Strategies for high-temperature methyl iodide capture in azolate-based metal-organic frameworks

Efficiently capturing radioactive methyl iodide (CH₃I), present at low concentrations in the high-temperature off-gas of nuclear facilities, poses a significant challenge. Here we present two strategies for CH₃I adsorption at elevated temperatures using a unified azolate-based metal-organic framework, MFU-4l. The primary strategy leverages counter anions in MFU-4l as nucleophiles, engaging in metathesis reactions with CH₃I. The results uncover a direct positive correlation between CH₃I breakthrough uptakes and the nucleophilicity of the counter anions.
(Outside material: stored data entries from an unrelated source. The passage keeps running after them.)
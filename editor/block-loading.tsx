/** Placeholder while a live block's code (lib/chem and its catalogues) is fetched. */
export function BlockLoading({ kind }: { kind: "solution" | "cell" | "trace" | "figure" }) {
  return (
    <div
      data-live-block={kind}
      aria-busy="true"
      className="my-4 h-40 animate-pulse rounded-lg border border-ink-faint/30 bg-paper-deep/60"
      aria-label={`Loading ${kind} block`}
    />
  );
}
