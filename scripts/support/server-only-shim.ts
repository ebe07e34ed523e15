// Stands in for the `server-only` package when scripts run under tsx (see tsconfig.scripts.json).
export {};
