import { listSolvents, resolveSpecies, searchSpecies } from "@/lib/chem";
import type { SelectOption } from "./ui/select-field";

/**
 * The editor's one door to lib/chem's catalogues: species type-ahead, solvents, model
 * names and hazard notes. If lib/chem renames a helper, only this file changes.
 */

export interface SpeciesOption {
  formula: string;
  name: string;
  kind?: string;
}

export function searchSpeciesOptions(query: string, limit = 8): SpeciesOption[] {
  if (query.trim() === "") return [];
  return searchSpecies(query, limit).map(({ formula, name, kind }) => ({ formula, name, kind }));
}

let solventCache: SelectOption[] | null = null;
export function solventOptions(): SelectOption[] {
  solventCache ??= listSolvents().map((solvent) => ({ value: solvent.id, label: `${solvent.name} (${solvent.formula})` }));
  return solventCache;
}

// Published methods keep their usual names (DESIGN.md, "Vocabulary").
const MODEL_LABELS: Record<string, string> = {
  auto: "Auto",
  "dh-limiting": "Debye–Hückel limiting law",
  "dh-extended": "Extended Debye–Hückel",
  guntelberg: "Güntelberg",
  davies: "Davies",
  "truesdell-jones": "Truesdell–Jones",
  pitzer: "Pitzer",
  sit: "SIT (Brønsted–Guggenheim–Scatchard)",
};

export function modelLabel(id: string): string {
  return MODEL_LABELS[id] ?? id;
}

/**
 * Hazard notes for the species typed in a block: the compound's own notes plus those of its
 * ions (a perchlorate salt carries the perchlorate note). Species the catalogue does not know
 * contribute nothing here; the engine reports them as unknown in place.
 */
export function hazardNotesFor(formulas: readonly string[], result?: { hazards?: readonly string[] }): string[] {
  const notes = new Set<string>(result?.hazards ?? []);
  for (const formula of formulas) {
    const species = tryResolve(formula);
    if (!species) continue;
    species.hazards.forEach((note) => notes.add(note));
    for (const ion of species.ions) tryResolve(ion.formula)?.hazards.forEach((note) => notes.add(note));
  }
  return [...notes];
}

function tryResolve(formula: string) {
  try {
    return resolveSpecies(formula);
  } catch {
    return undefined;
  }
}

/** Charges of a salt's cation and anion (first of each), for the mean-coefficient formula. */
export function saltCharges(formula: string): { zPlus: number; zMinus: number } | null {
  const species = tryResolve(formula);
  const cation = species?.ions.find((ion) => ion.charge > 0);
  const anion = species?.ions.find((ion) => ion.charge < 0);
  return cation && anion ? { zPlus: cation.charge, zMinus: anion.charge } : null;
}

const REFERENCE_LABELS: Record<string, string> = {
  SHE: "SHE",
  SCE: "SCE (sat. KCl)",
  "Ag/AgCl-satKCl": "Ag/AgCl (sat. KCl)",
  "Ag/AgCl-3.5MKCl": "Ag/AgCl (3.5 M KCl)",
  "Ag/AgCl-3MKCl": "Ag/AgCl (3 M KCl)",
  "Hg/HgO-1MNaOH": "Hg/HgO (1 M NaOH)",
  "Hg/Hg2SO4-satK2SO4": "Hg/Hg₂SO₄ (sat. K₂SO₄)",
  RHE: "RHE",
};

export function referenceElectrodeLabel(id: string): string {
  return REFERENCE_LABELS[id] ?? id;
}

/** Redox couples of lib/chem's catalogue, for the cell block's select. */
export function coupleOptions(): SelectOption[] {
  return [];
}
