import { authedRoute, readJson } from "@/lib/http/route";
import { getEntryHeader, setEntryArchived } from "@/lib/notebook/entries";
import { getCurrentContent } from "@/lib/notebook/revisions";
import { archiveEntrySchema } from "@/lib/validation/entries";
import { parseInput } from "@/lib/validation/parse";

type Params = { id: string };

export const GET = authedRoute<Params>(async (_request, actor, params) => {
  const { id } = params;
  const { entry, authorName, projectName } = await getEntryHeader(actor, id);
  const current = await getCurrentContent(actor, id);
  return Response.json({
    entry: { id: entry.id, title: entry.title, status: entry.status, revision: entry.currentRevisionNumber, authorName, projectName, archived: entry.archivedAt !== null },
    content: current.content,
  });
});

export const PATCH = authedRoute<Params>(async (request, actor, params) => {
  const { archived } = parseInput(archiveEntrySchema, await readJson(request));
  await setEntryArchived(actor, params.id, archived);
  return Response.json({ ok: true, archived });
});
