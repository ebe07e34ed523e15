/**
 * Backups of one Ionleaf installation: the database (pg_dump, custom format: one consistent
 * snapshot) and the attachment files under the upload root, with a manifest of every file's
 * SHA-256 and size. `npm run backup` and `npm run restore` (scripts/backup.ts, restore.ts)
 * call these; tests/integration/backup-restore.test.ts round-trips one.
 *
 * Consistency between the two halves: attachment files are content-addressed and written
 * (complete, by one rename) before their database row commits, and never changed or removed
 * afterwards. The dump is taken first, so every file a row of the dump names is already on
 * disk when the files are copied; a file written after the dump is an unreferenced extra.
 */
import { execFile } from "node:child_process";
import { createHash } from "node:crypto";
import { createReadStream, existsSync, readdirSync } from "node:fs";
import { copyFile, mkdir, readFile, readdir, rename, rm, stat, writeFile } from "node:fs/promises";
import path from "node:path";
import { Client, Pool } from "pg";
import { grantAppRolePrivileges } from "@/db/app-role-privileges";

export const MANIFEST_NAME = "manifest.json";
const DUMP_NAME = "database.dump";
const FILES_DIR = "files";

export interface ManifestFile {
  /** Path inside the backup folder, with forward slashes ("files/objects/ab/cd/…"). */
  path: string;
  sha256: string;
  size: number;
}

export interface Manifest {
  format: "ionleaf-backup";
  version: 1;
  createdAt: string;
  database: ManifestFile & { pgDump: string; server: string };
  /** The attachment files, relative to the upload root under `files/`. */
  files: ManifestFile[];
}

/** The PostgreSQL client binaries: the newest /usr/lib/postgresql/N/bin (as provision.sh). */
export function findPgBin(): string {
  const root = "/usr/lib/postgresql";
  const versions = existsSync(root)
    ? readdirSync(root)
        .filter((v) => existsSync(path.join(root, v, "bin", "pg_dump")))
        .sort((a, b) => Number(b) - Number(a))
    : [];
  if (!versions.length)
    throw new Error(
      "pg_dump not found under /usr/lib/postgresql/*/bin: install Debian's postgresql-client",
    );
  return path.join(root, versions[0], "bin");
}

function run(tool: string, args: string[]): Promise<string> {
  return new Promise((resolve, reject) => {
    execFile(
      path.join(findPgBin(), tool),
      args,
      { maxBuffer: 64 * 1024 * 1024 },
      (error, stdout, stderr) => {
        if (error) reject(new Error(`${tool} failed: ${stderr.trim() || error.message}`));
        else resolve(stdout);
      },
    );
  });
}

export async function sha256File(file: string): Promise<string> {
  const hash = createHash("sha256");
  for await (const chunk of createReadStream(file)) hash.update(chunk as Buffer);
  return hash.digest("hex");
}

/** Every regular file under `root`, relative, sorted; in-flight staging files are skipped. */
async function listFiles(root: string): Promise<string[]> {
  if (!existsSync(root)) return [];
  const entries = await readdir(root, { recursive: true, withFileTypes: true });
  return entries
    .filter((e) => e.isFile() && !e.name.includes(".partial-"))
    .map((e) => path.relative(root, path.join(e.parentPath, e.name)))
    .sort();
}

async function describe(folder: string, relative: string): Promise<ManifestFile> {
  const file = path.join(folder, relative);
  const [info, sha256] = await Promise.all([stat(file), sha256File(file)]);
  return { path: relative.split(path.sep).join("/"), sha256, size: info.size };
}

async function withClient<T>(url: string, fn: (c: Client) => Promise<T>): Promise<T> {
  const client = new Client({ connectionString: url });
  await client.connect();
  try {
    return await fn(client);
  } finally {
    await client.end();
  }
}

const stamp = (d: Date) =>
  d
    .toISOString()
    .replace(/\.\d+Z$/, "Z")
    .replace(/:/g, "-");

export interface BackupResult {
  folder: string;
  manifest: Manifest;
  bytes: number;
  seconds: number;
}

/**
 * Writes `<outDir>/ionleaf-<UTC time>/` with database.dump, files/ and manifest.json. It is
 * written under a `.partial` name and renamed when complete, so an interrupted backup never
 * looks like a finished one.
 */
export async function createBackup(options: {
  databaseUrl: string;
  uploadDir: string;
  outDir: string;
}): Promise<BackupResult> {
  const started = performance.now();
  const now = new Date();
  let name = `ionleaf-${stamp(now)}`;
  for (let i = 2; existsSync(path.join(options.outDir, name)); i++)
    name = `ionleaf-${stamp(now)}-${i}`;
  const folder = path.join(options.outDir, name);
  const partial = `${folder}.partial`;
  await rm(partial, { recursive: true, force: true });
  await mkdir(path.join(partial, FILES_DIR), { recursive: true });
  try {
    // 1. The database: pg_dump reads everything in one repeatable-read transaction.
    const server = await withClient(options.databaseUrl, async (c) => {
      const r = await c.query<{ server_version: string }>("show server_version");
      return r.rows[0].server_version;
    });
    await run("pg_dump", [
      "--format=custom",
      "--compress=6",
      `--file=${path.join(partial, DUMP_NAME)}`,
      `--dbname=${options.databaseUrl}`,
    ]);
    const pgDump = (await run("pg_dump", ["--version"])).trim();
    // 2. The files, after the dump (see the note at the top).
    const files: ManifestFile[] = [];
    for (const relative of await listFiles(options.uploadDir)) {
      const target = path.join(partial, FILES_DIR, relative);
      await mkdir(path.dirname(target), { recursive: true });
      await copyFile(path.join(options.uploadDir, relative), target);
      files.push(await describe(partial, path.join(FILES_DIR, relative)));
    }
    const manifest: Manifest = {
      format: "ionleaf-backup",
      version: 1,
      createdAt: now.toISOString(),
      database: { ...(await describe(partial, DUMP_NAME)), pgDump, server },
      files,
    };
    await writeFile(path.join(partial, MANIFEST_NAME), `${JSON.stringify(manifest, null, 2)}\n`);
    await rename(partial, folder);
    const bytes = manifest.database.size + files.reduce((sum, f) => sum + f.size, 0);
    return { folder, manifest, bytes, seconds: (performance.now() - started) / 1000 };
  } catch (error) {
    await rm(partial, { recursive: true, force: true });
    throw error;
  }
}

/** A backup that is incomplete, altered or not a backup: nothing was restored. */
export class DamagedBackupError extends Error {
  constructor(
    folder: string,
    readonly problems: string[],
  ) {
    super(
      `The backup in ${folder} is damaged or incomplete, so nothing was restored:\n` +
        problems.map((p) => `  - ${p}`).join("\n"),
    );
    this.name = "DamagedBackupError";
  }
}

/** Checks every file against the manifest (size and SHA-256); throws DamagedBackupError. */
export async function verifyBackup(folder: string): Promise<Manifest> {
  let manifest: Manifest;
  try {
    manifest = JSON.parse(await readFile(path.join(folder, MANIFEST_NAME), "utf8")) as Manifest;
  } catch (error) {
    throw new DamagedBackupError(folder, [
      `${MANIFEST_NAME} is missing or not JSON (${error instanceof Error ? error.message : String(error)})`,
    ]);
  }
  if (
    manifest?.format !== "ionleaf-backup" ||
    manifest.version !== 1 ||
    !manifest.database ||
    !Array.isArray(manifest.files)
  )
    throw new DamagedBackupError(folder, [`${MANIFEST_NAME} is not an Ionleaf backup manifest`]);
  const problems: string[] = [];
  const listed = new Set<string>();
  for (const entry of [manifest.database, ...manifest.files]) {
    const relative = String(entry.path);
    listed.add(relative);
    const file = path.resolve(folder, relative);
    if (!file.startsWith(path.resolve(folder) + path.sep) || !/^[0-9a-f]{64}$/.test(entry.sha256)) {
      problems.push(`${relative}: not a valid manifest line`);
      continue;
    }
    const info = await stat(file).catch(() => null);
    if (!info?.isFile()) problems.push(`${relative}: missing`);
    else if (info.size !== entry.size)
      problems.push(`${relative}: ${info.size} bytes, the manifest says ${entry.size}`);
    else if ((await sha256File(file)) !== entry.sha256)
      problems.push(`${relative}: SHA-256 differs from the manifest (the file was altered)`);
  }
  for (const relative of await listFiles(path.join(folder, FILES_DIR))) {
    const inBackup = `${FILES_DIR}/${relative.split(path.sep).join("/")}`;
    if (!listed.has(inBackup)) problems.push(`${inBackup}: not in the manifest`);
  }
  if (problems.length) throw new DamagedBackupError(folder, problems);
  return manifest;
}

/** Tables, views and sequences in the database outside PostgreSQL's own schemas. */
async function countRelations(databaseUrl: string): Promise<number> {
  return withClient(databaseUrl, async (c) => {
    const r = await c.query<{ n: string }>(`
      select count(*) as n from pg_class c join pg_namespace n on n.oid = c.relnamespace
       where n.nspname not in ('pg_catalog', 'information_schema')
         and n.nspname not like 'pg\\_toast%' and n.nspname not like 'pg\\_temp%'
         and c.relkind in ('r', 'p', 'v', 'm', 'S', 'f')`);
    return Number(r.rows[0].n);
  });
}

export interface RestoreResult {
  files: number;
  filesSkipped: number;
  seconds: number;
}

/**
 * Verifies the backup, then restores the database into `databaseUrl` (which must be empty
 * unless `force`: then objects of the same name are dropped first) in one transaction, and
 * the files into `uploadDir` (a file already there with the same bytes is kept; one with
 * other bytes is refused unless `force`). Each restored file is hashed again.
 */
export async function restoreBackup(options: {
  folder: string;
  /** The owner of the tables to be (migrations' DATABASE_OWNER_URL): restoring is DDL. */
  databaseUrl: string;
  uploadDir: string;
  force?: boolean;
  /** The role the app serves as, granted its privileges again (db/app-role-privileges.ts). */
  appRole?: string;
}): Promise<RestoreResult> {
  const started = performance.now();
  const { folder, force = false } = options;
  const manifest = await verifyBackup(folder);

  const existing = await countRelations(options.databaseUrl);
  if (existing > 0 && !force)
    throw new Error(
      `The target database is not empty (${existing} tables, views or sequences); restore into an empty database, or pass --force to replace what the backup contains.`,
    );
  const clashes: string[] = [];
  for (const f of manifest.files) {
    const target = path.join(options.uploadDir, f.path.slice(FILES_DIR.length + 1));
    if (existsSync(target) && (await sha256File(target)) !== f.sha256) clashes.push(target);
  }
  if (clashes.length && !force)
    throw new Error(
      `The upload folder already holds other bytes under ${clashes.length} of the backup's names (first: ${clashes[0]}); pass --force to overwrite them.`,
    );

  await run("pg_restore", [
    "--no-owner",
    "--no-acl",
    "--exit-on-error",
    "--single-transaction",
    ...(force ? ["--clean", "--if-exists"] : []),
    `--dbname=${options.databaseUrl}`,
    path.join(folder, manifest.database.path),
  ]);
  // The dump's grants are left out (the roles may differ here); the app role gets exactly its
  // privileges again, as `npm run db:migrate` gives them.
  if (options.appRole) {
    const pool = new Pool({ connectionString: options.databaseUrl, max: 1 });
    try {
      await grantAppRolePrivileges(pool, options.appRole);
    } finally {
      await pool.end();
    }
  }

  let skipped = 0;
  for (const f of manifest.files) {
    const target = path.join(options.uploadDir, f.path.slice(FILES_DIR.length + 1));
    if (existsSync(target) && !clashes.includes(target)) {
      skipped++;
      continue;
    }
    await mkdir(path.dirname(target), { recursive: true });
    const staging = `${target}.partial-restore-${process.pid}`;
    await copyFile(path.join(folder, f.path), staging);
    if ((await sha256File(staging)) !== f.sha256) {
      await rm(staging, { force: true });
      throw new Error(`${target}: the copy does not match the manifest (disk error?)`);
    }
    await rename(staging, target);
  }
  return {
    files: manifest.files.length - skipped,
    filesSkipped: skipped,
    seconds: (performance.now() - started) / 1000,
  };
}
Notably, the optimal variant featuring SCN^- as the counter anion achieves a CH₃I capacity of 0.41 g g⁻¹ at 150 °C under 0.01 bar, surpassing all previously reported adsorbents evaluated under identical conditions. Moreover, this capacity can be easily restored through ion exchange. The secondary strategy incorporates coordinatively unsaturated Cu(I) sites into MFU-4l, enabling non-dissociative chemisorption for CH₃I at 150 °C. This modified adsorbent outperforms traditional materials and can be regenerated with polar organic solvents. Beyond achieving a high CH₃I adsorption capacity, our study offers profound insights into CH₃I capture strategies viable for practically relevant high-temperature scenarios.